1. Study domain
We used the most-recent global marine regions dataset to define the spatial extent of the high seas (v11, https://www.marineregions.org/). We defined the high seas as marine areas outside of EEZs, which represent 95% of habitat on Earth by volume, 65% of the surface of the ocean, and 46% of the surface of the Earth22. We classified the high seas into three depth layers using the ETOPO1 bathymetry dataset41: epipelagic (0–200 m), mesopelagic (200–1,000 m) and bathyabyssopelagic (>1,000 m).
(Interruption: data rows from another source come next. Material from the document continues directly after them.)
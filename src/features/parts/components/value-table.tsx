import { StyleSheet, View } from 'react-native';

import { Text } from '@/components/ui';
import { color, radius, spacing } from '@/constants/theme';

export type ValueTableProps = {
  /** Names the table for screen readers. */
  label: string;
  columns: readonly string[];
  rows: readonly (readonly string[])[];
  testID?: string;
};

/** A small read-only table of values: terms, stages, curve points. */
export function ValueTable({ label, columns, rows, testID }: ValueTableProps) {
  return (
    <View role="table" aria-label={label} testID={testID} style={styles.table}>
      <View role="row" style={[styles.row, styles.header]}>
        {columns.map((c, i) => (
          <Text key={`${c}-${i}`} role="columnheader" variant="label" tone="muted" style={[styles.cell, i === 0 && styles.first]}>
            {c}
          </Text>
        ))}
      </View>
      {rows.map((row, r) => (
        <View key={r} role="row" style={[styles.row, r < rows.length - 1 && styles.divider]}>
          {row.map((cell, i) => (
            <Text key={i} role="cell" variant={i === 0 ? 'caption' : 'body'} tone={i === 0 ? 'faint' : 'default'} style={[styles.cell, i === 0 && styles.first]}>
              {cell}
            </Text>
          ))}
        </View>
      ))}
    </View>
  );
}

const styles = StyleSheet.create({
  table: { borderWidth: 1, borderColor: color.border, borderRadius: radius.md, overflow: 'hidden', backgroundColor: color.surface },
  row: { flexDirection: 'row', alignItems: 'center', paddingHorizontal: spacing.sm, paddingVertical: spacing.xs, gap: spacing.sm },
  header: { backgroundColor: color.surfaceMuted, borderBottomWidth: 1, borderBottomColor: color.border },
  divider: { borderBottomWidth: 1, borderBottomColor: color.border },
  cell: { flex: 1 },
  first: { flexGrow: 0, flexShrink: 0, flexBasis: 28 },
});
We treated each depth layer as a separate planning domain. For every planning domain, we created an equal-area hexagonal grid of planning units of 2,620 km2 (~0.5° at the equator). This yielded a total of 90,065 planning units for the epipelagic planning domain, 88,528 planning units for the mesopelagic planning domain, and 87,170 planning units for the bathyabyssopelagic planning domain; there are fewer planning units by depth because of seamounts and underwater mountain ranges. Information about climate metrics, species, and fishing data were assigned to each planning domain (described below), each of which could be prioritised for inclusion in a climate-smart MPA network.
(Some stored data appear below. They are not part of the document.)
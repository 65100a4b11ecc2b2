import { useMemo } from 'react';
import { StyleSheet, View } from 'react-native';

import { SoaCsvPanel } from '@/components/soa-csv-panel';
import { Button, Text } from '@/components/ui';
import { partSoaChart } from '@/charts/soa-boundaries';
import { SoaChart } from '@/charts/soa-chart';
import { spacing } from '@/constants/theme';

import { curveRows, type PartFormValues, type SoaValues } from '../part-form-values';
import { readSoa } from '../part-input';
import { readField } from '../quantity-text';
import type { SoaJson, TransistorKind } from '../types';
import { ChoiceChips } from './choice-chips';
import { NumberField } from './number-field';
import { SoaCurvesEditor } from './soa-curves-editor';

const KINDS = [
  { value: 'parameters', label: 'Parameters' },
  { value: 'points', label: 'Datasheet curves' },
] as const;

const LINEAR = [
  { value: 'none', label: 'Not given' },
  { value: 'dc-rated', label: 'DC rated' },
  { value: 'not-rated', label: 'DC not rated' },
] as const;

export type SoaEditorProps = {
  values: PartFormValues;
  value: SoaValues;
  transistor: TransistorKind;
  onChange: (value: SoaValues) => void;
  onRemove: () => void;
};

/** The SOA model: parameters or datasheet curves, pulses and linear mode, with a live boundary chart. */
export function SoaEditor({ values, value: s, transistor, onChange, onRemove }: SoaEditorProps) {
  const set = (next: Partial<SoaValues>) => onChange({ ...s, ...next });
  const chart = useMemo(() => {
    const soa = readSoa(values);
    return soa ? partSoaChart(soa as SoaJson) : null;
  }, [values]);
  const zthOptions = [
    { value: 'none', label: 'None' },
    { value: 'thermal', label: 'From the thermal model' },
    ...(s.kept.zthJc ? [{ value: 'stored', label: `As stored (${s.kept.zthJc.length} terms)` }] : []),
  ] as { value: SoaValues['zthJc']; label: string }[];
  const tj = readField(s.tjMaxC, 'temperature');

  return (
    <View style={styles.editor}>
      <ChoiceChips label="Given as" value={s.kind} options={KINDS} onChange={(kind) => set({ kind, curves: kind === 'points' && s.curves.length === 0 ? [{ pulse: 'dc', points: [{ vceV: '', icA: '' }] }] : s.curves })} />
      <View style={styles.row}>
        <NumberField label="Tj,max of the thermal line" unit="°C" path="soa.tjMaxC" value={s.tjMaxC} hint="Usually the part’s Tj,max." onChange={(tjMaxC) => set({ tjMaxC })} />
      </View>
      {s.kind === 'parameters' ? (
        <>
          <View style={styles.row}>
            <NumberField label="Ic,max" unit="A" path="soa.icMaxA" value={s.icMaxA} onChange={(icMaxA) => set({ icMaxA })} />
            <NumberField label="Peak pulse current" unit="A" path="soa.icPulseMaxA" value={s.icPulseMaxA} hint="Optional." onChange={(icPulseMaxA) => set({ icPulseMaxA })} />
            <NumberField label="Vceo" unit="V" path="soa.vceoV" value={s.vceoV} onChange={(vceoV) => set({ vceoV })} />
            <NumberField label="Rθjc of the thermal line" unit="K/W" path="soa.rthJcKPerW" value={s.rthJcKPerW} onChange={(rthJcKPerW) => set({ rthJcKPerW })} />
          </View>
          <View style={styles.block}>
            <Text variant="label" tone="muted">
              Second breakdown, Is/b = I0 (Vce / V0)^(−n)
            </Text>
            {s.secondBreakdown ? (
              <View style={styles.row}>
                <NumberField label="V0" unit="V" path="soa.secondBreakdown.referenceVceV" value={s.sbVceV} onChange={(sbVceV) => set({ sbVceV })} />
                <NumberField label="I0 at V0" unit="A" path="soa.secondBreakdown.referenceIcA" value={s.sbIcA} onChange={(sbIcA) => set({ sbIcA })} />
                <NumberField label="Exponent n" path="soa.secondBreakdown.exponent" value={s.sbExponent} hint="Above 1; about 1.5–4." onChange={(sbExponent) => set({ sbExponent })} />
                {s.kept.sbDerating ? (
                  <Text tone="muted">Derating: {s.kept.sbDerating.kind === 'points' ? `${s.kept.sbDerating.points.length} datasheet points, kept` : 'kept'}</Text>
                ) : (
                  <NumberField label="Derating" unit="% per K" path="soa.secondBreakdown.derating" value={s.sbDeratingPctPerK} hint="Current lost per K above 25 °C; 0 for none." onChange={(sbDeratingPctPerK) => set({ sbDeratingPctPerK })} />
                )}
                <Button label="No second breakdown" variant="ghost" onPress={() => set({ secondBreakdown: false })} />
              </View>
            ) : (
              <Button label="Add second breakdown" variant="ghost" style={styles.start} onPress={() => set({ secondBreakdown: true })} />
            )}
          </View>
        </>
      ) : (
        <SoaCurvesEditor curves={s.curves} onChange={(curves) => set({ curves })} />
      )}
      <ChoiceChips label="Zθjc for pulses" value={s.zthJc} options={zthOptions} onChange={(zthJc) => set({ zthJc })} />
      {transistor === 'mosfet' ? (
        <View style={styles.block}>
          <ChoiceChips label="Linear-mode rating" value={s.linearMode} options={LINEAR} onChange={(linearMode) => set({ linearMode })} />
          {s.linearMode === 'not-rated' ? (
            <View style={styles.row}>
              <NumberField label="Longest pulse rated in linear mode" unit="s" path="soa.linearMode.longestRatedPulseS" value={s.longestPulse} hint="Optional, e.g. 10 ms." onChange={(longestPulse) => set({ longestPulse })} />
            </View>
          ) : null}
        </View>
      ) : null}

      {chart && chart.error === null ? (
        <SoaChart boundaries={chart.boundaries} label="SOA boundaries of the model as entered" height={280} />
      ) : (
        <Text variant="caption" tone="faint">
          {chart?.error ? `No chart yet: ${chart.error}` : 'The SOA chart appears once every value reads as a number.'}
        </Text>
      )}
      <SoaCsvPanel
        transistor={transistor}
        tjMaxC={tj.ok ? tj.value : null}
        onUse={(curves) => set({ kind: 'points', curves: curveRows(curves) })}
      />
      <Button label="Remove the SOA model" variant="secondary" style={styles.start} onPress={onRemove} />
    </View>
  );
}

const styles = StyleSheet.create({
  editor: { gap: spacing.md },
  row: { flexDirection: 'row', flexWrap: 'wrap', alignItems: 'flex-start', gap: spacing.sm },
  block: { gap: spacing.xs },
  start: { alignSelf: 'flex-start' },
});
2. Climate change metrics: sources and processing
Climate-change metrics (i.e., climate velocity and the relative climate exposure index) were estimated using future ocean temperatures from a multi-model ensemble mean derived from 11 general circulation models (GCMs) from the Coupled Model Intercomparison Project Phase 6 (Earth System Grid Federation, https://esgf.llnl.gov; see Supplementary Table 2). We used models under three IPCC Shared Socioeconomic Pathways (SSPs)42: SSP1-2.6, SSP2-4.5 and SSP5-8.5. Pathway SSP1-2.6 represents an optimistic scenario, characterised by a shift to a more sustainable economy and reduction in inequality resulting in a peak in radiative forcing of ~3 W m-2 before 2100. SSP2-4.5 represents an intermediate scenario, with a stabilisation of radiative forcing levels at ~4.5 W m-2 by 2100. SSP5-8.5 is characterised by a continued increase of greenhouse gas emissions resulting from a fossil-fuel-based economy and increased energy demand, with a radiative forcing >8.5 W m-2 by 2100, rising thereafter.
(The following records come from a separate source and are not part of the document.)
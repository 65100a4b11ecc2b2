import { useMemo, useState } from 'react';
import { StyleSheet, View } from 'react-native';

import { errorMessage } from '@/api';
import { Button, InlineAlert, LoadingState, Text } from '@/components/ui';
import { ZthChart } from '@/charts/zth-chart';
import { zthCurve, zthEquivalent, zthTimeSpan, type ZthPoint } from '@/charts/zth-model';
import { color, radius, spacing } from '@/constants/theme';
import { FilePicker } from '@/features/catalogues/components/file-picker';
import type { PickedFile } from '@/features/catalogues/types';
import { formatNumber } from '@/features/studies/quantity-format';

import { useFitZth } from '../api';
import { formatPercent, formatTime } from '../part-format';
import type { ZthFitResponse } from '../types';
import { ChoiceChips } from './choice-chips';
import { ValueTable } from './value-table';

export type ZthFitPanelProps = {
  /** The model as entered, drawn dashed for comparison. */
  current: ZthPoint[] | null;
  onUse: (fit: ZthFitResponse) => void;
};

const PER_DECADE = [
  { value: '2', label: '2' },
  { value: '3', label: '3' },
  { value: '4', label: '4' },
] as const;

/**
 * Datasheet Zth(t) points from a CSV, fitted to a Foster set on the server (nothing is saved):
 * the points, the fitted curve and its residual, then "Use these terms" fills the model.
 */
export function ZthFitPanel({ current, onUse }: ZthFitPanelProps) {
  const fit = useFitZth();
  const [file, setFile] = useState<PickedFile | null>(null);
  const [perDecade, setPerDecade] = useState<'2' | '3' | '4'>('4');
  const [result, setResult] = useState<ZthFitResponse | null>(null);
  const [used, setUsed] = useState(false);
  const [error, setError] = useState<string | null>(null);

  const run = async (picked: PickedFile, per: string) => {
    setError(null);
    setUsed(false);
    try {
      setResult(await fit.mutateAsync({ file: picked, perDecade: Number(per) }));
      setFile(picked);
    } catch (e) {
      setResult(null);
      setError(errorMessage(e));
    }
  };

  const fitted = useMemo(() => {
    if (!result || result.fit.terms.length === 0) return null;
    const eq = zthEquivalent({ kind: 'foster', terms: result.fit.terms });
    return zthCurve(eq, zthTimeSpan(eq, result.points));
  }, [result]);

  return (
    <View style={styles.panel} testID="zth-fit-panel">
      <Text variant="bodyStrong">Fit Zth from CSV</Text>
      <Text variant="caption" tone="muted">
        A CSV file with a time and a Zth column, units in the header (for example “t (ms)” and “Zth (°C/W)”), read off the datasheet’s
        single-pulse curve. The server fits a Foster set with time constants on a log grid; nothing is saved until you use the terms and
        save the part.
      </Text>
      <View style={styles.row}>
        <FilePicker label={file ? 'Choose another Zth file' : 'Fit Zth from CSV'} onPick={(f) => run(f, perDecade)} disabled={fit.isPending} />
      </View>
      {fit.isPending ? <LoadingState label="Fitting…" /> : null}
      {error ? <InlineAlert message={`The file could not be fitted: ${error}`} /> : null}
      {result ? (
        <View style={styles.result}>
          <Text variant="caption" tone="muted">
            {file?.name} · {result.points.length} points from {formatTime(Math.min(...result.points.map((p) => p.timeS)))} to{' '}
            {formatTime(Math.max(...result.points.map((p) => p.timeS)))}
          </Text>
          <ZthChart
            label={`Zth fit: ${result.points.length} datasheet points and the fitted curve`}
            points={result.points}
            curve={fitted ? { label: 'Fitted Foster set', points: fitted } : undefined}
            secondCurve={current ? { label: 'Model as entered', points: current } : undefined}
            markTimeS={result.fit.maxErrorTimeS}
            markLabel="Largest error"
            height={260}
          />
          <Text testID="zth-fit-residual">
            Residual: rms {formatPercent(result.fit.rmsRelativeError)}, largest {formatPercent(result.fit.maxRelativeError)} at{' '}
            {formatTime(result.fit.maxErrorTimeS)}
          </Text>
          {result.fit.warning ? <InlineAlert tone="info" message={result.fit.warning} /> : null}
          <View style={styles.table}>
            <ValueTable
              label="Fitted Foster terms"
              columns={['', 'R (K/W)', 'τ']}
              rows={result.fit.terms.map((t, i) => [String(i + 1), formatNumber(t.rKPerW), formatTime(t.tauS)])}
            />
          </View>
          <ChoiceChips
            label="Time constants per decade"
            value={perDecade}
            options={PER_DECADE}
            onChange={(per) => {
              setPerDecade(per);
              if (file) void run(file, per);
            }}
          />
          {used ? (
            <Text role="status" style={styles.used}>
              The model now holds these {result.fit.terms.length} terms and the {result.points.length} points; save the part to keep them.
            </Text>
          ) : (
            <Button
              label="Use these terms"
              style={styles.use}
              disabled={result.fit.terms.length === 0}
              onPress={() => {
                onUse(result);
                setUsed(true);
              }}
            />
          )}
        </View>
      ) : null}
    </View>
  );
}

const styles = StyleSheet.create({
  panel: { gap: spacing.sm, padding: spacing.md, borderRadius: radius.md, borderWidth: 1, borderColor: color.borderStrong, backgroundColor: color.surface },
  row: { flexDirection: 'row', flexWrap: 'wrap', gap: spacing.sm },
  result: { gap: spacing.sm },
  table: { maxWidth: 520 },
  use: { alignSelf: 'flex-start' },
  used: { color: color.success },
});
For construction of the multi-model ensemble, we followed published methods18. Briefly, for each of the 11 climate models, we re-gridded from the original grid to a uniform 0.5° spatial grid using an area-weighted bilinear interpolation43. Then, we extracted depths according to three different ocean layers: epipelagic (0–200 m), mesopelagic (200–1,000 m) and bathyabyssopelagic (>1,000 m)44. For each depth layer, we averaged temperatures using a volume-weighting approach, with volumes of 0.5° grid squares in each depth layer. Finally, to avoid artefacts caused by inconsistent numbers of grid cells available by depth for different models, we included only grid cells common to all models within each depth layer18. All analysis was undertaken using software tools Climate Data Operators45 and R46 (Supplementary Table 2).
3. Climate velocity and the relative climate exposure metric calculations
To prioritise a climate-smart MPA network, we focused on areas across ocean depth layers that accomplish two objectives: 1) high retention of biodiversity, and 2) low levels of exposure to future climate warming. We used two metrics of climate change to represent these objectives: climate velocity and a Relative Climate-Exposure (RCE) index. Climate velocity is a metric that gives expectations for species’ range shifts under projected future ocean warming15,25. Thus, it is expected that in areas of slow climate velocity, species’ distributions are likely to shift less, promoting their retention within a given area. We estimate local climate velocity at 0.5° resolution for the second half of the century (2050–2100) at each ocean depth layer of the multi-model CMIP6 ensemble. The temporal trend (i.e., numerator of climate velocity) was calculated as the slope of a linear regression of mean annual temperatures (°C yr-1) for the corresponding climate scenario time period. The spatial gradient (i.e., denominator of climate velocity) was calculated from the vector sum of the latitudinal and longitudinal pairwise differences of the mean temperature across the corresponding climate scenario and time period at each focal cell using a 3×3 neighbourhood window (°C km-1)15. All calculations were performed using the VoCC R package47.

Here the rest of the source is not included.